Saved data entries
# ------------------------------------------------------------------------------ damaged store
def _ingested(study_dir: Path, capsys: pytest.CaptureFixture[str]) -> Path:
    code, _, err = cli(capsys, "--study", str(study_dir), "ingest", "trawl_agency",
                       "--events", str(study_dir / "hauls_messy.csv"), "--records", str(study_dir / "catch_messy.csv"))
    assert code == 0, err
    return next((study_dir / "store" / "observations").rglob("*.parquet"))


@pytest.mark.parametrize("damage", ["deleted", "truncated"])
def test_damaged_parquet_file_is_named_by_the_check(study_dir: Path, capsys: pytest.CaptureFixture[str],
                                                   damage: str) -> None:
    part = _ingested(study_dir, capsys)
    if damage == "deleted":
        part.unlink()
    else:
        part.write_bytes(part.read_bytes()[:1000])  # a copy that stopped half-way
    code, out, _ = cli(capsys, "--study", str(study_dir), "status", "--check")
    assert code == 1
    problem = [line for line in out.splitlines() if line.startswith("integrity problem")]
    expected = "is missing" if damage == "deleted" else "has 1,000 bytes, the manifest recorded"
    assert len(problem) == 1 and expected in out and part.name[:12] in out.replace("\n", ""), out
    # every other verb refuses in one line and points to the check
    result = cli(capsys, "--study", str(study_dir), "status")
    assert_refused(result, "harmonize status --check")


@pytest.mark.parametrize("content", [b"garbage", b"\0" * 5000], ids=["text", "zeros"])
def test_damaged_database_file_is_refused_in_one_line(study_dir: Path, capsys: pytest.CaptureFixture[str],
                                                      content: bytes) -> None:
    _ingested(study_dir, capsys)
    (study_dir / "store" / "harmonized.duckdb").write_bytes(content)
    assert_refused(cli(capsys, "--study", str(study_dir), "status", "--check"), "cannot open the store")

_WORK REQUIRED_
Filtering the entries above by the word "mark", copy each line that matches.

_OUTPUT BELOW_
@pytest.mark.parametrize("damage", ["deleted", "truncated"])
@pytest.mark.parametrize("content", [b"garbage", b"\0" * 5000], ids=["text", "zeros"])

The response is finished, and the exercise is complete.